[Start of Attachment]

def listed(tree: ast.Module) -> set[str] | None:
    """Names in the ``__all__`` of a module; None if it has none."""
    for node in tree.body:
        if isinstance(node, ast.Assign) and ast.unparse(node.targets[0]) == "__all__":
            return set(ast.literal_eval(node.value))
    return None


def public(path: Path) -> Iterator[tuple[str, ast.ClassDef | Function, bool]]:
    """Public classes, functions and methods of a module: name, node, whether it is a method.

    A package that says what it shows to others keeps the rest of its modules to itself.
    """
    shown = None if path.parent == HOUSE else listed(TREES[path.parent / "__init__.py"])
    for node in TREES[path].body:
        if not isinstance(node, ast.ClassDef | Function) or node.name.startswith("_"):
            continue
        if shown is None or node.name in shown:
            yield node.name, node, False
            if isinstance(node, ast.ClassDef):
                for part in node.body:
                    if isinstance(part, Function) and not part.name.startswith("_"):
                        yield f"{node.name}.{part.name}", part, True


def section(docstring: str, title: str) -> list[tuple[str, str, str]]:
    """Entries of a section of a numpydoc docstring: names, type, description."""
    lines = docstring.splitlines()
    try:
        start = next(i for i, line in enumerate(lines) if line == title and set(lines[i + 1]) == {"-"})
    except (StopIteration, IndexError):
        return []
    body: list[str] = []
    for i in range(start + 2, len(lines)):
        if lines[i] in SECTIONS and i + 1 < len(lines) and set(lines[i + 1]) == {"-"}:
            break
        body.append(lines[i])
    entries: list[tuple[str, str, str]] = []
    for line in body:
        if line and not line.startswith(" "):
            names, _, kind = line.partition(" : ")
            entries.append((names, kind, ""))
        elif line and entries:
            names, kind, text = entries[-1]
            entries[-1] = (names, kind, f"{text} {line.strip()}")
    return entries


def decorators(node: ast.ClassDef | Function) -> set[str]:
    return {ast.unparse(d).partition("(")[0].rpartition(".")[2] for d in node.decorator_list}


def arguments(node: Function, is_method: bool) -> dict[str, str]:
    """Arguments of a function and their annotations."""
    a = node.args
    given = [*a.posonlyargs, *a.args, *([a.vararg] if a.vararg else []), *a.kwonlyargs, *([a.kwarg] if a.kwarg else [])]
    if is_method and "staticmethod" not in decorators(node):
        given = given[1:]
    return {arg.arg: ast.unparse(arg.annotation) if arg.annotation else "" for arg in given}


def fields(node: ast.ClassDef) -> dict[str, str]:
    """What a class is made from, and the annotations: the arguments of its __init__, else its fields."""
    for part in node.body:
        if isinstance(part, Function) and part.name == "__init__":
            return arguments(part, True)
    return {
        part.target.id: ast.unparse(part.annotation)
        for part in node.body
        if isinstance(part, ast.AnnAssign)
        and isinstance(part.target, ast.Name)
        and not part.target.id.startswith("_")
        and "init=False" not in ast.unparse(part).replace(" ", "")
    }


def is_number(annotation: str) -> bool:
    return "Callable" not in annotation and bool(NUMBER.search(annotation))


def documented() -> list[tuple[str, ast.ClassDef | Function, bool]]:
    found = []
    for path in TREES:
        if path.stem != "__main__":
            found += [(f"{module_of(path)}.{name}", node, method) for name, node, method in public(path)]
    return found


every_public_thing = pytest.mark.parametrize(
    ("node", "is_method"),
    [pytest.param(node, method, id=name.removeprefix("synth.")) for name, node, method in documented()],
)


@every_module
def test_module_says_what_it_is(path: Path) -> None:
    assert ast.get_docstring(TREES[path])


@every_public_thing
def test_parameters_are_those_of_the_signature(node: ast.ClassDef | Function, is_method: bool) -> None:
    docstring = ast.get_docstring(node)
    assert docstring, "no docstring"
    written = [
        name.strip().lstrip("*") for names, _, _ in section(docstring, "Parameters") for name in names.split(",")
    ]
    if isinstance(node, ast.ClassDef):
        # A small value may say in one sentence what its fields are; fields are given by name, so their order is free.
        assert not written or sorted(written) == sorted(fields(node))
    else:
        assert written == list(arguments(node, is_method))


@every_public_thing
def test_numbers_have_a_unit(node: ast.ClassDef | Function, is_method: bool) -> None:
    docstring = ast.get_docstring(node) or ""
    entries = section(docstring, "Parameters")
    annotations = fields(node) if isinstance(node, ast.ClassDef) else arguments(node, is_method)
    described = {
        name.strip().lstrip("*"): f"{kind} {text}" for names, kind, text in entries for name in names.split(",")
    }
    for name, annotation in annotations.items():
        if is_number(annotation):
            has_unit = bool(UNIT.search(described.get(name, docstring)))
            assert has_unit, f"{name} : {annotation} has no unit"


@every_public_thing
def test_what_is_returned_is_described(node: ast.ClassDef | Function, is_method: bool) -> None:
    if isinstance(node, ast.ClassDef):
        return
    docstring = ast.get_docstring(node) or ""
    kind = ast.unparse(node.returns) if node.returns else ""
    if decorators(node) & {"property", "cached_property"}:
        returned = docstring
    else:
        returned = " ".join(" ".join(entry) for entry in section(docstring, "Returns"))
        assert bool(returned) == (kind not in ("None", "NoReturn", "Never"))
    if is_number(kind):
        has_unit = bool(UNIT.search(returned))
        assert has_unit, "the result has no unit"


# --- Form -----------------------------------------------------------------------------------------------------------


@every_module
def test_module_is_not_too_long(path: Path) -> None:
    lines = path.read_text(encoding="utf-8").count("\n")
    assert lines < LONGEST_MODULE


@every_module
def test_the_emitter_resistor_keeps_its_name(path: Path) -> None:
    """`re` is the emitter resistor: no module may stand for it."""
    for node in ast.walk(TREES[path]):
        if isinstance(node, ast.Import):
            assert "re" not in {alias.asname or alias.name for alias in node.names}


@every_module
def test_functions_are_typed(path: Path) -> None:
    """Every argument and result of a function has an annotation; what they are worth is the type checker's business."""
    for node in ast.walk(TREES[path]):
        if isinstance(node, Function):
            given = [*node.args.posonlyargs, *node.args.args, *node.args.kwonlyargs]
            bare = [arg.arg for arg in given if arg.annotation is None and arg.arg not in ("self", "cls")]
            assert node.returns is not None, f"{node.name} has no result type"
            assert not bare, f"{node.name} has bare arguments"


def test_package_says_that_it_is_typed() -> None:
    assert (HOUSE / "py.typed").exists()


def test_top_level_holds_only_what_belongs_there() -> None:
    if not (ROOT / ".git").exists():
        pytest.skip("not a checkout")
    command = ["git", "-C", str(ROOT), "ls-files", "--cached", "--others", "--exclude-standard"]
    listed = subprocess.run(command, capture_output=True, text=True, check=True).stdout.splitlines()
    top = {name.partition("/")[0] for name in listed}
    assert {name for name in top if not name.startswith(".")} <= TOP_LEVEL
    assert top >= {"synth", "tables", "tests", "examples", "pyproject.toml"}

[End of Attachment]

What the exercise asks =>
Exactly those lines that run from the start of the listing to the line containing "def public(path: Path)" should be output, and no others.

Problem solution =>
def listed(tree: ast.Module) -> set[str] | None:
    """Names in the ``__all__`` of a module; None if it has none."""
    for node in tree.body:
        if isinstance(node, ast.Assign) and ast.unparse(node.targets[0]) == "__all__":
            return set(ast.literal_eval(node.value))
    return None


def public(path: Path) -> Iterator[tuple[str, ast.ClassDef | Function, bool]]:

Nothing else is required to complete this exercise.